Friday, October 17, 2008

"Beyond Liberation", B.V.Narayana Gosvami Maharaja




"The nature of the soul is to reside peacefully in the eternal present, free from the dualities of past, and future, and from the burden of material desires. The nature of the uncontrolled mind is exactly the opposite. It is to be always restless and full of desires, constantly engaged in the process of planning for ones future enjoyment."
-From M.C.Hart

Monday, October 13, 2008

One steamy hot, literally, LA evening, as I was reading a darn good book, I came across the most amazing paragraph. As the information soaked in, the fog of my mind parted ways just long enough to clearly see something magnificent. My heart surged with excitement, my lips trembled with the urge to shout it out loud , share the beauty and sweetness that now rolled its way throughout my consciousness.

*Lightbulb was created for this purpose.
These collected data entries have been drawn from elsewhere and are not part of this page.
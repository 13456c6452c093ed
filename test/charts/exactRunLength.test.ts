import * as fc from 'fast-check';
import { describe, expect, test } from 'vitest';
import { betaBinomialSampler } from '../../src/charts/random/betaBinomialSampler.ts';
import { seededUniform } from '../../src/charts/random/uniform.ts';
import { chartRunLength } from '../../src/charts/runLength/chartRunLength.ts';
import { estimatedRunLength } from '../../src/charts/runLength/estimatedRunLength.ts';
import { exactRunLength } from '../../src/charts/runLength/exactRunLength.ts';
import { simulatedRunLength } from '../../src/charts/runLength/simulatedRunLength.ts';
import { FLAGGED, zoneChain } from '../../src/charts/runLength/zoneChain.ts';
import { type CountDesign, countZones, normalZones, type ZoneChances } from '../../src/charts/runLength/zoneChances.ts';
import type { ZoneTest } from '../../src/charts/runLength/zoneHistory.ts';
import { PatternMachine, patternMask } from '../../src/charts/tests/patterns.ts';
import { zoneOf } from '../../src/charts/tests/zone.ts';

const someTests = fc.subarray<ZoneTest>([1, 2, 5, 6, 7, 8], { minLength: 1 });

/** Chances of nine zones, some of them perhaps zero, that sum to 1. */
const anyZones = fc
  .array(fc.oneof({ weight: 4, arbitrary: fc.integer({ min: 1, max: 100 }) }, fc.constant(0)), {
    minLength: 9,
    maxLength: 9,
  })
  .filter((weights) => weights.some((weight) => weight > 0))
  .map((weights): ZoneChances => {
    const total = weights.reduce((sum, weight) => sum + weight, 0);
    return Float64Array.from(weights, (weight) => weight / total);
  });

const plain = (size: number, center: number, rate = center): CountDesign => ({
  size,
  center,
  rate,
  sigmaZ: 1,
  correlation: 0,
});

describe('the chain of states', () => {
  test('raises its first flag where the machine of the charts does, whatever the points', () => {
    fc.assert(
      fc.property(
        someTests,
        fc.array(fc.integer({ min: -4, max: 4 }), { minLength: 1, maxLength: 60 }),
        (tests, zones) => {
          const chain = zoneChain({ tests, run: 9 });
          const machine = new PatternMachine();
          const mask = patternMask(tests);
          let state = 0;
          for (const zone of zones) {
            const flagged = (machine.push(zone, 0) & mask) !== 0;
            state = chain.next[state * 9 + zone + 4]!;
            expect(state === FLAGGED).toBe(flagged);
            if (flagged) break;
          }
        },
      ),
      { numRuns: 2_000, seed: 41 },
    );
  });

  test('keeps no two states that no future tells apart, and is the same whatever the order of the tests', () => {
    // One test that sees single points needs no memory; nine in a row need a count on each side, and the start.
    expect(zoneChain({ tests: [1], run: 9 }).states).toBe(1);
    expect(zoneChain({ tests: [2], run: 9 }).states).toBe(17);
    expect(zoneChain({ tests: [2], run: 8 }).states).toBe(15);
    expect(zoneChain({ tests: [6, 1, 5, 2, 2], run: 9 })).toBe(zoneChain({ tests: [1, 2, 5, 6], run: 9 }));
  });
});

/** The plain way: mean number of points by solving one equation a state, (I - Q) m = 1, with Gauss and pivots. */
function meanByEquations(zones: ZoneChances, tests: readonly ZoneTest[], run = 9): number {
  const { states, next } = zoneChain({ tests, run });
  const rows = Array.from({ length: states }, (_, state) => {
    const row = new Float64Array(states + 1);
    row[state] = 1;
    for (let z = 0; z < 9; z++) {
      const target = next[state * 9 + z]!;
      if (target !== FLAGGED) row[target]! -= zones[z]!;
    }
    row[states] = 1;
    return row;
  });
  for (let column = 0; column < states; column++) {
    let pivot = column;
    for (let i = column + 1; i < states; i++)
      if (Math.abs(rows[i]![column]!) > Math.abs(rows[pivot]![column]!)) pivot = i;
    [rows[column], rows[pivot]] = [rows[pivot]!, rows[column]!];
    const head = rows[column]!;
    for (let i = 0; i < states; i++) {
      const factor = i === column ? 0 : rows[i]![column]! / head[column]!;
      if (factor !== 0) for (let j = column; j <= states; j++) rows[i]![j]! -= factor * head[j]!;
    }
  }
  return rows[0]![states]! / rows[0]![0]!;
}

describe('the exact run length', () => {
  test.each<[ZoneTest[], ZoneChances]>([
    [[1, 2, 5, 6], normalZones(0)],
    [[1, 2, 5, 6], countZones(plain(85, 0.06))],
    [[1, 2, 5, 6], countZones(plain(85, 0.06, 0.03))],
    [[2, 6], countZones(plain(20, 0.02))],
    [[5, 7, 8], normalZones(0.3)],
  ])('of tests %j has the mean that one equation a state gives', (tests, zones) => {
    const { mean } = exactRunLength(zones, tests);
    expect(Math.abs(mean! / meanByEquations(zones, tests) - 1)).toBeLessThan(1e-9);
  });

  test('of one test that sees single points is geometric, figure by figure', () => {
    const zones = normalZones(1);
    const chance = zones[0]! + zones[8]!;
    const { mean, median, p10, p90, within, standardError } = exactRunLength(zones, [1]);
    expect(standardError).toBeNull();
    expect(mean).toBeCloseTo(1 / chance, 9);
    const quantile = (share: number) => Math.ceil(Math.log(1 - share) / Math.log1p(-chance));
    expect([p10, median, p90]).toEqual([quantile(0.1), quantile(0.5), quantile(0.9)]);
    for (const m of [0, 1, 7, 100, 5_000]) expect(within(m)).toBeCloseTo(1 - (1 - chance) ** m, 12);
  });

  test('holds for any zones: its figures are in order, and agree with its own chances', () => {
    fc.assert(
      fc.property(anyZones, someTests, (zones, tests) => {
        const { mean, median, p10, p90, within } = exactRunLength(zones, tests);
        if (mean === null) {
          // Nothing within the longest pattern's span means nothing ever.
          expect(within(1_000_000)).toBe(0);
          return;
        }
        expect(mean).toBeGreaterThanOrEqual(1 - 1e-12);
        expect(p10!).toBeLessThanOrEqual(median!);
        expect(median!).toBeLessThanOrEqual(p90!);
        for (const [share, m] of [
          [0.1, p10!],
          [0.5, median!],
          [0.9, p90!],
        ] as const) {
          expect(within(m)).toBeGreaterThanOrEqual(share - 1e-9);
          expect(within(m - 1)).toBeLessThan(share + 1e-9);
        }
        expect(within(0)).toBe(0);
      }),
      { numRuns: 300, seed: 42 },
    );
  });

  test('is the same when everything is turned upside down', () => {
    fc.assert(
      fc.property(anyZones, someTests, (zones, tests) => {
        const mirrored = Float64Array.from(zones).reverse();
        const here = exactRunLength(zones, tests);
        const there = exactRunLength(mirrored, tests);
        if (here.mean === null) expect(there.mean).toBeNull();
        else expect(there.mean! / here.mean).toBeCloseTo(1, 9);
      }),
      { numRuns: 200, seed: 43 },
    );
  });

  test('is never longer with one more test, nor is a flag ever less likely within m points', () => {
    fc.assert(
      fc.property(anyZones, someTests, fc.constantFrom<ZoneTest>(1, 2, 5, 6, 7, 8), (zones, tests, more) => {
        const few = exactRunLength(zones, tests);
        const many = exactRunLength(zones, [...tests, more]);
        if (few.mean !== null) expect(many.mean!).toBeLessThanOrEqual(few.mean * (1 + 1e-9));
        for (const m of [1, 5, 20, 200]) expect(many.within(m)).toBeGreaterThanOrEqual(few.within(m) - 1e-12);
      }),
      { numRuns: 200, seed: 44 },
    );
  });

  test('of a chart that cannot flag is told as such, and of one that must, to the point', () => {
    // Nobody is lost: every point lies in the same place below the centre line.
    const nobody = countZones(plain(10, 0.05, 0));
    expect(exactRunLength(nobody, [1, 5, 6])).toMatchObject({ mean: null, median: null, p10: null, p90: null });
    expect(exactRunLength(nobody, [1, 2, 5, 6])).toMatchObject({ mean: 9, median: 9, p10: 9, p90: 9 });
    // Everybody is lost: the first point is beyond the upper limit.
    expect(exactRunLength(countZones(plain(10, 0.05, 1)), [1])).toMatchObject({ mean: 1, median: 1 });
  });
});

describe('zones of counts', () => {
  test('are those of every count by the chart’s own rule, and sum to 1', () => {
    fc.assert(
      fc.property(
        fc.integer({ min: 1, max: 400 }),
        fc.double({ min: 0.002, max: 0.998, noNaN: true }),
        fc.double({ min: 0, max: 1, noNaN: true }),
        fc.double({ min: 0.5, max: 3, noNaN: true }),
        fc.constantFrom(0, 0.01),
        (size, center, rate, sigmaZ, correlation) => {
          const zones = countZones({ size, center, rate, sigmaZ, correlation });
          expect(zones.reduce((sum, chance) => sum + chance, 0)).toBeCloseTo(1, 12);
          // Against the sampler: a count drawn at u lies in the zone whose cumulative chance u falls into.
          const sigma = Math.sqrt((center * (1 - center)) / size) * sigmaZ;
          const sampler = betaBinomialSampler(size, rate, correlation);
          const cumulative = [...zones].map((_, i) => zones.slice(0, i + 1).reduce((sum, chance) => sum + chance, 0));
          for (const u of [0.01, 0.2, 0.5, 0.77, 0.999]) {
            const index = zoneOf(sampler.quantile(u) / size, center, sigma) + 4;
            expect(cumulative[index]).toBeGreaterThanOrEqual(u - 1e-9);
            expect(index === 0 ? 0 : cumulative[index - 1]).toBeLessThanOrEqual(u + 1e-9);
          }
        },
      ),
      { numRuns: 300, seed: 45 },
    );
  });

  test('a point on the centre line belongs to no side', () => {
    // 10 accounts at one half: five lost lie on the line, with chance 252 / 1024.
    expect(countZones(plain(10, 0.5))[4]).toBeCloseTo(252 / 1024, 12);
    expect(normalZones(0)[4]).toBe(0);
  });
});

/*
 * np = 5 (100 at 5 %), np below 1, lower limits clipped at zero (all where np < 9(1 - p)), a centre line that counts can hit exactly, large n,
 * and the true rate off the centre line.
 */
const GRID: [number, number, number][] = [
  [10, 0.05, 0.05],
  [100, 0.05, 0.05],
  [100, 0.05, 0.08],
  [100, 0.05, 0.025],
  [85, 0.06, 0.06],
  [135, 0.078, 0.078],
  [135, 0.078, 0.117],
  [50, 0.1, 0.1],
  [500, 0.01, 0.01],
  [400, 0.0125, 0.02],
  [40, 0.3, 0.3],
  [40, 0.5, 0.5],
  [172, 0.05, 0.05],
  [2_000, 0.1, 0.1],
  [2_000, 0.002, 0.002],
];

describe('the chain agrees with long simulations', () => {
  const sets: ZoneTest[][] = [[1], [1, 2], [1, 2, 5, 6]];
  test.each(GRID)('within 3 standard errors at n = %d, centre line %d, rate %d', (size, center, rate) => {
    for (const tests of sets) {
      const exact = exactRunLength(countZones(plain(size, center, rate)), tests);
      const budget = { seed: 5, mostRuns: 20_000, pointBudget: 1_000_000 };
      const long = simulatedRunLength([size], { center, rate, sigmaZ: 1, correlation: 0 }, tests, budget);
      if (long === null) {
        // So seldom that a run of 20,000 points saw none.
        expect(exact.mean === null || exact.mean > 3_000).toBe(true);
        continue;
      }
      const error = Math.max(long.standardError!, 1e-9);
      expect(Math.abs(long.mean! - exact.mean!) / error, `${tests}: ${exact.mean}, ${long.mean}`).toBeLessThan(3);
      for (const m of [10, 30]) {
        const chance = exact.within(m);
        const spread = Math.sqrt((chance * (1 - chance)) / (long.mean! > 50 ? 1_000_000 / long.mean! : 20_000));
        expect(Math.abs(long.within(m) - chance)).toBeLessThan(3.5 * spread + 1e-9);
      }
    }
  });

  test.each([
    [135, 0.078, 0.02],
    [60, 0.1, 0.05],
  ])('on a p′ chart too: n = %d, rate %d, correlation %d', (size, center, correlation) => {
    const limits = { center, rate: center, sigmaZ: Math.sqrt(1 + (size - 1) * correlation), correlation };
    const exact = exactRunLength(countZones({ ...limits, size }), [1, 2, 5, 6]);
    const budget = { seed: 6, mostRuns: 20_000, pointBudget: 1_000_000 };
    const long = simulatedRunLength([size], limits, [1, 2, 5, 6], budget)!;
    expect(Math.abs(long.mean! - exact.mean!) / long.standardError!).toBeLessThan(3);
  });
});

describe('the run length of a chart', () => {
  const design = { sizes: [85, 85, 85], center: 0.06, sigmaZ: 1, correlation: 0 };

  test('is exact where no test looks at moves and all sizes are equal, else simulated with its error', () => {
    const exact = chartRunLength({ ...design, tests: [1, 2, 5, 6] }, 0.06);
    expect(exact.method).toBe('exact');
    expect(exact.length!.standardError).toBeNull();
    for (const other of [
      { ...design, tests: [1, 2, 3, 5, 6] as const },
      { ...design, sizes: [85, 86], tests: [1] as const },
    ]) {
      const simulated = chartRunLength(other, 0.06);
      expect(simulated.method).toBe('simulated');
      expect(simulated.length!.standardError).toBeGreaterThan(0);
    }
  });

  test('of sizes that hardly differ is nearly that of one size', () => {
    const one = chartRunLength({ ...design, sizes: [1_000], tests: [1, 2] }, 0.06).length!;
    const two = chartRunLength({ ...design, sizes: [1_000, 1_001], tests: [1, 2] }, 0.06).length!;
    expect(Math.abs(two.mean! - one.mean!) / two.standardError!).toBeLessThan(4);
  });
});

describe('with the usual level estimated', () => {
  const tests = [1, 2, 5, 6] as const;
  const chart = (size: number) => ({ sizes: [size], sigmaZ: 1, correlation: 0, tests });

  test.each([
    [135, 0.078, 25],
    [85, 0.06, 12],
    [40, 0.3, 12],
  ])(
    'the chance of a false flag is that of histories that each estimate it: n = %d, rate %d, %d points',
    (size, rate, points) => {
      const stated = estimatedRunLength(chart(size), rate, size * points)!;
      expect(stated.method).toBe('exact');
      const known = chartRunLength({ ...chart(size), center: rate }, rate).length!;
      const level = betaBinomialSampler(size * points, rate, 0);
      const uniform = seededUniform(77);
      const CHARTS = 600;
      let sum = 0;
      for (let i = 0; i < CHARTS; i++) {
        const center = level.draw(uniform) / (size * points);
        sum += exactRunLength(countZones(plain(size, center, rate)), tests).within(30);
      }
      expect(Math.abs(stated.within(30) - sum / CHARTS)).toBeLessThan(0.02);
      // Never as good as a level that is known.
      expect(stated.within(30)).toBeGreaterThan(known.within(30));
      expect(stated.low).toBeLessThan(stated.mean!);
      expect(stated.mean!).toBeLessThan(stated.high!);
    },
  );

  test('more points in the baseline bring it nearer to the known level', () => {
    const known = chartRunLength({ ...chart(135), center: 0.078 }, 0.078).length!.within(30);
    const excess = (points: number) => estimatedRunLength(chart(135), 0.078, 135 * points)!.within(30) - known;
    expect(excess(12)).toBeGreaterThan(excess(25));
    expect(excess(25)).toBeGreaterThan(0);
    expect(Math.abs(excess(100_000))).toBeLessThan(1e-9);
  });

  test('where trends decide too it is simulated, and tells the same story', () => {
    const withTrends = estimatedRunLength({ ...chart(135), tests: [1, 2, 3, 5, 6] }, 0.078, 135 * 25)!;
    expect(withTrends.method).toBe('simulated');
    const without = estimatedRunLength(chart(135), 0.078, 135 * 25)!;
    expect(withTrends.mean!).toBeLessThan(without.mean!);
    expect(withTrends.mean!).toBeGreaterThan(0.7 * without.mean!);
  });

  test('one account in all, or none that ever flags, gives no figure', () => {
    expect(estimatedRunLength(chart(1), 0.5, 1)).toBeNull();
    expect(estimatedRunLength({ ...chart(1), tests: [5] }, 0.5, 3)).toBeNull();
  });
});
To share those illuminated paragraphs, poetry, insights and art that move us so deeply, tickle us so pink'ly, and encourage our hearts to keep beating.

Created as a book club of sorts, but not limited or confined to that definition.

There's infinite amounts of space to be creative, riske, and original. Pushing boundaries is not only stimulating, its fun too!

We hope you gain so much inspiration from this community of sharing. Everyone is invited to contribute.